====== Data for review

// The HTML report (report/html_writer.*): page structure, the caution up front, one diagram box per
// block, stress tables with the JSON report's parts, the expected waveform plots, escaping of every
// netlist string, self-containment (nothing fetched, no scripts) and byte-identical output.
#include "report/html_writer.hpp"

#include <gtest/gtest.h>

#include <nlohmann/json.hpp>
#include <string>
#include <vector>

#include "report/markup.hpp"
#include "support/cli_runner.hpp"

namespace mainscheck::test_support {
namespace {

std::size_t count(const std::string& hay, const std::string& needle) {
  std::size_t n = 0;
  for (std::size_t p = hay.find(needle); p != std::string::npos; p = hay.find(needle, p + needle.size())) ++n;
  return n;
}

/// The `<svg class="plot">` elements of a page, in order.
std::vector<std::string> plot_svgs(const std::string& html) {
  std::vector<std::string> out;
  for (std::size_t p = html.find("<svg class=\"plot\""); p != std::string::npos;
       p = html.find("<svg class=\"plot\"", p + 1)) {
    const std::size_t e = html.find("</svg>", p);
    out.push_back(html.substr(p, e == std::string::npos ? std::string::npos : e - p));
  }
  return out;
}

std::string html_of(const std::vector<std::string>& files, std::vector<std::string> extra = {}) {
  std::vector<std::string> args{"-q", "check"};
  args.insert(args.end(), files.begin(), files.end());
  args.insert(args.end(), {"--format", "html"});
  args.insert(args.end(), extra.begin(), extra.end());
  const ProcessResult r = run_mainscheck(args);
  EXPECT_TRUE(r.exited()) << r.error << r.err;
  return r.out;
}

TEST(HtmlWriter, PageStructureAndCautionFirst) {
  const std::string html = html_of({"examples/bench-supply-bridge.cir"});
  ASSERT_EQ(html.rfind("<!DOCTYPE html>\n<html lang=\"en\">", 0), 0u) << html.substr(0, 200);
  EXPECT_EQ(html.substr(html.size() - 8), "</html>\n");
  EXPECT_NE(html.find("<meta charset=\"utf-8\">"), std::string::npos);
  const std::string caution = report::escape_markup(report::kSafetyCaution);
  const std::size_t c = html.find("<p class=\"caution\" role=\"note\">" + caution + "</p>");
  ASSERT_NE(c, std::string::npos);
  EXPECT_LT(c, html.find("<article"));  // above everything else
  EXPECT_EQ(count(html, caution), 2u);  // and again in the footer
  // The example has errors (golden text report): the verdict says so.
  EXPECT_NE(html.find("<span class=\"verdict v-fail\">fail: "), std::string::npos);
  EXPECT_NE(html.find("<table class=\"corners\">"), std::string::npos);
  EXPECT_NE(html.find("<table class=\"supply\">"), std::string::npos);
}

TEST(HtmlWriter, DiagramBoxesAndStressTablesFollowTheJsonReport) {
  const std::string html = html_of({"examples/bench-supply-bridge.cir"});
  const ProcessResult j = run_mainscheck({"-q", "check", "examples/bench-supply-bridge.cir", "--format", "json"});
  const auto doc = nlohmann::json::parse(j.out);
  const auto& blocks = doc["blocks"];
  ASSERT_GE(blocks.size(), 2u);
  EXPECT_EQ(count(html, "<svg class=\"diagram\""), 1u);
  EXPECT_EQ(count(html, "<g class=\"box block\">"), blocks.size());
  EXPECT_EQ(count(html, "<g class=\"box mains\">"), 1u);
  // An arrow into every block box (from the mains or a transformer).
  EXPECT_GE(count(html, "<path class=\"wire\""), blocks.size());
  for (const auto& b : blocks) {
    const std::string id = b["id"];
    EXPECT_NE(html.find("<section class=\"block\" id=\"" + id + "\">"), std::string::npos) << id;
  }
  // Every part with stresses in the JSON report has a stress-table row (its ref in the first cell).
  std::size_t with_stress = 0;
  for (const auto& p : doc["parts"]) {
    const std::string ref = p["ref"];
    bool in_block = false;
    for (const auto& b : blocks)
      for (const auto& bp : b["parts"]) in_block = in_block || bp == ref;
    if (!in_block) continue;
    ++with_stress;
    EXPECT_NE(html.find("<tr><td>" + ref + "</td>"), std::string::npos) << ref;
  }
  EXPECT_GT(with_stress, 0u);
  // Findings: one row per finding, each rule linked to its page.
  EXPECT_EQ(count(html, "<tr class=\"\"><td class=\"sev-") + count(html, "<tr class=\"waived\"><td class=\"sev-"),
            doc["findings"].size());
  for (const auto& f : doc["findings"]) {
    const std::string rule = f["rule"];
    EXPECT_NE(html.find("/rules/" + rule + ".md\">" + rule + "</a>"), std::string::npos) << rule;
  }
}

TEST(HtmlWriter, BridgeRectifierPlotsDiodeCurrentsReservoirVoltageAndInrush) {
  const std::string html = html_of({"examples/bench-supply-bridge.cir"});
  const std::vector<std::string> plots = plot_svgs(html);
  // Bridge B2: the four diode currents in one plot, the P − M reservoir voltage in another; the
  // switch-on supply current in a third (analysis/waveforms.cpp picks these per block kind).
  ASSERT_EQ(plots.size(), 3u);
  EXPECT_EQ(count(plots[0], "<polyline class=\"trace\""), 4u);
  for (const char* d : {"D1 current", "D2 current", "D3 current", "D4 current"})
    EXPECT_NE(plots[0].find(d), std::string::npos) << d;
  EXPECT_EQ(count(plots[1], "<polyline class=\"trace\""), 1u);
  EXPECT_NE(plots[1].find("P − M voltage (reservoir C1)"), std::string::npos);
  EXPECT_EQ(count(plots[2], "<polyline class=\"trace\""), 1u);
  EXPECT_NE(plots[2].find("supply current at switch-on"), std::string::npos);
  EXPECT_NE(plots[2].find("time after switch-on (s)"), std::string::npos);
  // SI-prefixed tick labels on the time axis of a 50 Hz period.
  EXPECT_NE(plots[0].find(">10 ms</text>"), std::string::npos);
  for (const auto& p : plots) {
    // Each trace is bounded (StressOptions::waveform_points, 400).
    const std::size_t pts = p.find("points=\"");
    ASSERT_NE(pts, std::string::npos);
    EXPECT_LE(count(p.substr(pts, p.find('"', pts + 8) - pts), ","), 400u);
  }
}

TEST(HtmlWriter, PhaseControlPlotsTheTriacCurrentAtItsFiring) {
  const std::string html = html_of({"examples/lamp-dimmer-triac.cir"});
  const std::vector<std::string> plots = plot_svgs(html);
  ASSERT_GE(plots.size(), 1u);
  EXPECT_NE(plots[0].find("XT1 current (fired by XD1)"), std::string::npos);
}

TEST(HtmlWriter, MultiplierPlotsStageVoltagesAndDropperPlotsItsSeriesCurrent) {
  // tester-voltage-quadrupler: B3 symmetric quadrupler with stage capacitors C1–C4 (B2 a doubler).
  const std::string quad = html_of({"examples/tester-voltage-quadrupler.cir"});
  const std::vector<std::string> qp = plot_svgs(quad);
  bool stages = false;
  for (const auto& p : qp) {
    if (p.find("voltage-quadrupler: voltages") == std::string::npos) continue;
    stages = true;
    EXPECT_NE(p.find("POS − NEG voltage"), std::string::npos);
    for (const char* c : {"C2 voltage (stage)", "C4 voltage (stage)"}) EXPECT_NE(p.find(c), std::string::npos) << c;
  }
  EXPECT_TRUE(stages);
  // flawed-night-light-dropper: capacitive dropper C1 into a zener-regulated half-wave tail.
  const std::string drop = html_of({"examples/flawed-night-light-dropper.cir"});
  const std::vector<std::string> dp = plot_svgs(drop);
  ASSERT_GE(dp.size(), 2u);
  EXPECT_NE(dp[0].find("capacitive-dropper: current"), std::string::npos);
  EXPECT_NE(dp[0].find("C1 current"), std::string::npos);
  EXPECT_NE(dp[1].find("(reservoir C2)"), std::string::npos);
}

TEST(HtmlWriter, SelfContainedWithoutScriptsOrFetches) {
  const std::string html = html_of({"examples/bench-supply-bridge.cir", "examples/lamp-dimmer-triac.cir"});
  for (const char* banned : {"<script", "<link", "<img", "<iframe", "<object", "<embed", " src=", "@import", "url(",
                             "http://", "https://", " onload=", " onerror=", " onclick="}) {
    EXPECT_EQ(html.find(banned), std::string::npos) << banned;
  }
  // Links are in-page anchors or the installed rule pages (file://, like SARIF's helpUri).
  for (std::size_t p = html.find("href=\""); p != std::string::npos; p = html.find("href=\"", p + 1)) {
    const std::string target = html.substr(p + 6, html.find('"', p + 6) - p - 6);
    const bool anchor = target.rfind("#", 0) == 0;
    const bool doc = target.rfind("file://", 0) == 0 && target.find("/rules/") != std::string::npos &&
                     target.substr(target.size() - 3) == ".md";
    EXPECT_TRUE(anchor || doc) << target;
  }
}

TEST(HtmlWriter, EscapesEveryNetlistString) {
  TempDir dir("html-escape");
  ASSERT_FALSE(dir.path().empty());
  const auto deck = dir.path() / "x<script>.cir";
  write_file(deck,
             "escape test\n"
             "*@supply line=L neutral=N mains=230V/50Hz\n"
             "VMAINS L N SIN(0 325.27 50)\n"
             "R<script> L A 47\n"
             "D&x A DC<b> D1N4007\n"
             "*@part C1 v_rated=400\n"
             "C1 DC<b> N 10u\n"
             "RLOAD DC<b> N 33k\n"
             ".model D1N4007 D(IS=7n RS=0.04 N=1.9 BV=1000 IBV=5u)\n"
             ".end\n");
  const ProcessResult r = run_mainscheck({"-q", "check", deck.string(), "--format", "html"});
  ASSERT_TRUE(r.exited()) << r.err;
  ASSERT_FALSE(r.out.empty()) << r.err;
  EXPECT_EQ(r.out.find("<script"), std::string::npos);
  EXPECT_EQ(r.out.find("<b>"), std::string::npos);
  EXPECT_NE(r.out.find("R&lt;script&gt;"), std::string::npos);
  EXPECT_NE(r.out.find("D&amp;x"), std::string::npos);
  EXPECT_NE(r.out.find("DC&lt;b&gt;"), std::string::npos);
  // The names reach the diagram and the plot legends escaped as well.
  EXPECT_NE(r.out.find("diode: D&amp;x"), std::string::npos);
  EXPECT_NE(r.out.find(">D&amp;x current, "), std::string::npos);
}

TEST(HtmlWriter, EscapesFileNameAndFindingTextDirectly) {
  report::CheckReport r;
  r.file = "<img src=x onerror=alert(1)>.cir";
  r.status = report::CheckStatus::input_error;
  r.failure = "</p><script>x</script>";
  rules::Finding f;
  f.rule_id = "fuse";
  f.severity = rules::Severity::error;
  f.message = "F1 <rated> \"250 V\" & 'slow'";
  f.parts = {"F<1>"};
  f.basis = "<basis>";
  r.findings.push_back(f);
  const std::string html = report::check_to_html(r);
  EXPECT_EQ(html.find("<img"), std::string::npos);
  EXPECT_EQ(html.find("<script"), std::string::npos);
  EXPECT_EQ(html.find("<rated>"), std::string::npos);
  EXPECT_NE(html.find("&lt;img src=x onerror=alert(1)&gt;.cir"), std::string::npos);
  EXPECT_NE(html.find("F1 &lt;rated&gt; &quot;250 V&quot; &amp; &#39;slow&#39;"), std::string::npos);
  EXPECT_NE(html.find("F&lt;1&gt;"), std::string::npos);
  // An input error is never shown as a pass, even with the error finding removed.
  r.findings.clear();
  const std::string empty = report::check_to_html(r);
  EXPECT_EQ(empty.find("verdict v-pass"), std::string::npos);
  EXPECT_NE(empty.find("verdict v-unverified"), std::string::npos);
}

TEST(HtmlWriter, AnalysisFailureIsMarkedUnverified) {
  // A transistor straight across the mains: the solver has no transistor model (analysis failed).
  const std::string html = html_of({"tests/data/cli/bjt-across-mains.cir"});
  EXPECT_EQ(html.find("verdict v-pass"), std::string::npos);
  EXPECT_NE(html.find("check incomplete"), std::string::npos);
  EXPECT_NE(html.find("stresses not verified: "), std::string::npos);
}

TEST(HtmlWriter, BatchIsOnePageAndByteIdenticalAcrossJobs) {
  const std::vector<std::string> files{"examples/bench-supply-bridge.cir", "examples/lamp-dimmer-triac.cir",
                                       "examples/tester-voltage-quadrupler.cir"};
  const std::string one = html_of(files, {"--jobs", "1"});
  const std::string two = html_of(files, {"--jobs", "3"});
  const std::string again = html_of(files, {"--jobs", "3"});
  EXPECT_EQ(one, two);
  EXPECT_EQ(two, again);
  EXPECT_EQ(count(one, "<!DOCTYPE html>"), 1u);
  for (const char* id : {"r1-report", "r2-report", "r3-report"}) {
    EXPECT_NE(one.find(std::string("<article id=\"") + id + "\">"), std::string::npos) << id;
    EXPECT_NE(one.find(std::string("href=\"#") + id + "\""), std::string::npos) << id;
  }
}

TEST(HtmlWriter, OutputOptionWritesTheSamePage) {
  TempDir dir("html-output");
  ASSERT_FALSE(dir.path().empty());
  const auto file = dir.path() / "report.html";
  const ProcessResult r =
      run_mainscheck({"-q", "check", "examples/bench-supply-bridge.cir", "--output", "html=" + file.string()});
  ASSERT_TRUE(r.exited()) << r.err;
  EXPECT_EQ(slurp(file), html_of({"examples/bench-supply-bridge.cir"}));
}

}  // namespace
}  // namespace mainscheck::test_support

============

▸ What to do:
Locate the string "supply" in the listing above and copy every line where it occurs.

▸ Your solution:
  const std::string html = html_of({"examples/bench-supply-bridge.cir"});
  EXPECT_NE(html.find("<table class=\"supply\">"), std::string::npos);
  const std::string html = html_of({"examples/bench-supply-bridge.cir"});
  const ProcessResult j = run_mainscheck({"-q", "check", "examples/bench-supply-bridge.cir", "--format", "json"});
  const std::string html = html_of({"examples/bench-supply-bridge.cir"});
  // switch-on supply current in a third (analysis/waveforms.cpp picks these per block kind).
  EXPECT_NE(plots[2].find("supply current at switch-on"), std::string::npos);
  const std::string html = html_of({"examples/bench-supply-bridge.cir", "examples/lamp-dimmer-triac.cir"});
             "*@supply line=L neutral=N mains=230V/50Hz\n"
  const std::vector<std::string> files{"examples/bench-supply-bridge.cir", "examples/lamp-dimmer-triac.cir",
      run_mainscheck({"-q", "check", "examples/bench-supply-bridge.cir", "--output", "html=" + file.string()});
  EXPECT_EQ(slurp(file), html_of({"examples/bench-supply-bridge.cir"}));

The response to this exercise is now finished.